# anyone lookin this weekend?



## salt-life (Feb 20, 2012)

anyone have an idea what the water temp is gonna look like this weekend? i know itll still be a little cold and dont wanna waste gas money on the boat so i was probably gonna try my slim chances at the pier. even if i dont see anything, ill still get a little target practice and get to throw the new staal a little


----------



## reelthrill (Oct 3, 2007)

salt-life said:


> anyone have an idea what the water temp is gonna look like this weekend? i know itll still be a little cold and dont wanna waste gas money on the boat so i was probably gonna try my slim chances at the pier. even if i dont see anything, ill still get a little target practice and get to throw the new staal a little


 Water temperature is still way off the mark and more cold weather coming in.

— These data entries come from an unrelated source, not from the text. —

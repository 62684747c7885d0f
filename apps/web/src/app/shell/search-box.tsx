import { Button, InputGroup, Overlay2 } from '@blueprintjs/core';
import { Search } from '@blueprintjs/icons';
import { searchResultSchema, type SearchHit } from '@shared/jobs';
import { useQuery } from '@tanstack/react-query';
import { useEffect, useId, useState, type KeyboardEvent } from 'react';
import { useNavigate } from 'react-router-dom';
import { http } from '../../lib/http.js';
import { useMay } from '../../lib/me.js';
import { isTyping, useScanner } from './scanner.js';
import { useSingleKeys } from './single-keys.js';
import { t } from './text.js';

interface Choice extends Omit<SearchHit, 'kind'> {
  readonly kind: SearchHit['kind'] | 'action';
}

/** Jumps to a job, customer, machine or invoice, or starts an action. A scanner that types lands here too. */
export function SearchBox() {
  const [open, setOpen] = useState(false);
  const [q, setQ] = useState('');
  const [at, setAt] = useState(0);
  // Enter came before the answer, as it does from a scanner: the first hit is opened when it is there
  const [opensFirst, setOpensFirst] = useState(false);
  const listId = useId();
  const navigate = useNavigate();
  const mayBook = useMay('jobs.book');
  const singleKeys = useSingleKeys();
  const asked = q.trim();
  const { data, isFetching, isPlaceholderData, error } = useQuery({
    queryKey: ['search', asked],
    queryFn: ({ signal }) => http.get(`/search?q=${encodeURIComponent(asked)}`, searchResultSchema, { signal }),
    enabled: open && asked.length > 0,
    placeholderData: (old) => old,
  });
  const settled = asked === '' || (data !== undefined && !isPlaceholderData);
  const bookIn: Choice = { kind: 'action', id: 'book-in', title: t('bookIn'), detail: t('counter'), path: '/counter/book-in' };
  const actions = mayBook && bookIn.title.toLowerCase().includes(asked.toLowerCase()) ? [bookIn] : [];
  const choices: readonly Choice[] = [...(asked === '' ? [] : (data?.hits ?? [])), ...actions];

  const show = (text = '') => {
    setQ(text);
    setAt(0);
    setOpensFirst(text !== '');
    setOpen(true);
  };
  const close = () => {
    setOpen(false);
    setOpensFirst(false);
  };
  const go = (choice: Choice | undefined) => {
    if (!choice) return;
    close();
    void navigate(choice.path);
  };

  const scan = useScanner(show);
  useEffect(() => {
    const onKey = (event: globalThis.KeyboardEvent) => {
      const slash = event.key === '/' && singleKeys && !isTyping(event.target) && !event.ctrlKey && !event.metaKey && !event.altKey && !scan.isRunning(event.timeStamp);
      if (!slash && !(event.key.toLowerCase() === 'k' && (event.ctrlKey || event.metaKey))) return;
      event.preventDefault();
      show();
    };
    window.addEventListener('keydown', onKey);
    return () => window.removeEventListener('keydown', onKey);
  }, [singleKeys, scan]);

  const waitsForFirst = open && opensFirst && settled && asked !== '';
  const firstPath = waitsForFirst ? choices[0]?.path : undefined;
  useEffect(() => {
    if (firstPath === undefined) return;
    void Promise.resolve(navigate(firstPath)).then(close);
  }, [firstPath, navigate]);

  const onKeyDown = (event: KeyboardEvent) => {
    if (event.key === 'ArrowDown') setAt((i) => Math.min(i + 1, choices.length - 1));
    else if (event.key === 'ArrowUp') setAt((i) => Math.max(i - 1, 0));
    else if (event.key === 'Enter' && settled) go(choices[at]);
    else if (event.key === 'Enter') setOpensFirst(true);
    else return;
    event.preventDefault();
  };
  const words = error
    ? t('searchFailed', { why: error.message })
    : asked === ''
      ? t('searchHint')
      : !settled || isFetching
        ? t('searching')
        : choices.length === 0
          ? t('nothing', { q: asked })
          : t('found', { count: choices.length });
  return (
    <>
      <Button className="lb-search-button" icon={<Search />} text={t('search')} onClick={() => show()} aria-keyshortcuts={singleKeys ? '/ Control+K' : 'Control+K'} />
      <Overlay2 isOpen={open} onClose={close} className="lb-search-overlay" hasBackdrop>
        <div className="lb-search" role="dialog" aria-modal="true" aria-label={t('searchLabel')}>
          <InputGroup
            autoFocus
            leftIcon={<Search />}
            value={q}
            onChange={(e) => {
              setQ(e.target.value);
              setAt(0);
              setOpensFirst(false);
            }}
            onKeyDown={onKeyDown}
            placeholder={t('searchLabel')}
            aria-label={t('searchLabel')}
            role="combobox"
            aria-expanded={choices.length > 0}
            aria-controls={listId}
            aria-activedescendant={choices[at] ? `${listId}-${at}` : undefined}
            autoComplete="off"
            spellCheck={false}
          />
          <ul id={listId} role="listbox" aria-label={t('searchLabel')}>
            {choices.map((choice, i) => (
              <li key={`${choice.kind}${choice.id}`} id={`${listId}-${i}`} role="option" aria-selected={i === at} className={i === at ? 'active' : ''} onMouseEnter={() => setAt(i)} onClick={() => go(choice)}>
                <span>
                  <b>{choice.title}</b> <span className="muted">{choice.detail}</span>
                </span>
                <span className="lb-search-kind">{t(choice.kind)}</span>
              </li>
            ))}
          </ul>
          <p className="muted" role="status">
            {words}
          </p>
        </div>
      </Overlay2>
    </>
  );
}
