import { Button, PopoverNext, PopupKind, Radio, RadioGroup, Switch } from '@blueprintjs/core';
import { CaretDown } from '@blueprintjs/icons';
import type { Preferences } from '@shared/session';
import { useNavigate } from 'react-router-dom';
import { useMe, useSetPreferences, useSignOut } from '../../lib/me.js';
import { setSingleKeys, useSingleKeys } from './single-keys.js';
import { t } from './text.js';

/** Units, theme and sign-out of the person signed in. */
export function AccountMenu() {
  const me = useMe();
  const set = useSetPreferences();
  const signOut = useSignOut();
  const navigate = useNavigate();
  const singleKeys = useSingleKeys();
  const { preferences } = me;
  const change = (part: Partial<Preferences>) => set.mutate({ ...preferences, ...part });
  const panel = (
    <div className="lb-account">
      <p className="muted">{me.email}</p>
      <RadioGroup label={t('units')} inline selectedValue={preferences.units} onChange={(e) => change({ units: e.currentTarget.value as Preferences['units'] })}>
        <Radio value="si" label={t('si')} />
        <Radio value="inch-pound" label={t('inchPound')} />
      </RadioGroup>
      <RadioGroup label={t('theme')} inline selectedValue={preferences.theme} onChange={(e) => change({ theme: e.currentTarget.value as Preferences['theme'] })}>
        <Radio value="system" label={t('system')} />
        <Radio value="light" label={t('light')} />
        <Radio value="dark" label={t('dark')} />
      </RadioGroup>
      {!me.roles.includes('customer') && <Switch checked={singleKeys} label={t('slash')} onChange={(e) => setSingleKeys(e.currentTarget.checked)} />}
      {set.error && (
        <p className="lb-problem" role="alert">
          {set.error.message}
        </p>
      )}
      <div className="row spread">
        {me.shop.mailboxUrl ? (
          <a href={me.shop.mailboxUrl} target="_blank" rel="noreferrer">
            {t('mailbox')}
          </a>
        ) : (
          <span />
        )}
        <Button text={t('signOut')} loading={signOut.isPending} onClick={() => signOut.mutate(undefined, { onSettled: () => void navigate('/sign-in') })} />
      </div>
    </div>
  );
  return (
    <PopoverNext content={panel} placement="bottom-end" popupKind={PopupKind.DIALOG}>
      <Button variant="minimal" endIcon={<CaretDown />} text={me.name} aria-label={t('account', { name: me.name })} />
    </PopoverNext>
  );
}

I would'nt waste time or money.


----------



## JD7.62 (Feb 13, 2008)

Water was 61 degrees yesterday off Okaloosa, seems cold to be looking to me!


----------



## MrFish49 (Jun 30, 2012)

I'm going to be out there on the county next week anyways, might as well have a rod rigged up.


----------



## Jackin' 'Em Up (Dec 31, 2013)

Might go to Pcola and look. Spring Break is next week, so that will be the prime time for me to go out and look


----------



## bay slayer (May 26, 2008)

I'll be out there getting my accuracy on and looking for pomps


----------



## Smitty81 (Sep 19, 2012)

Go if you want to look for pomps and bluefish. Too cold for cobes.


----------



## Hawkseye (Feb 17, 2012)

I looked for Pomps all morning at PBP Sunday morning and the ONLY fish I saw ( and the water was very clear) were 5 black drum around 9:00am. You will be wasting your time until the water heats up at least a little bit.


----------



## CoolBlueDude (Mar 12, 2014)

You just about talked me out of going this weekend


----------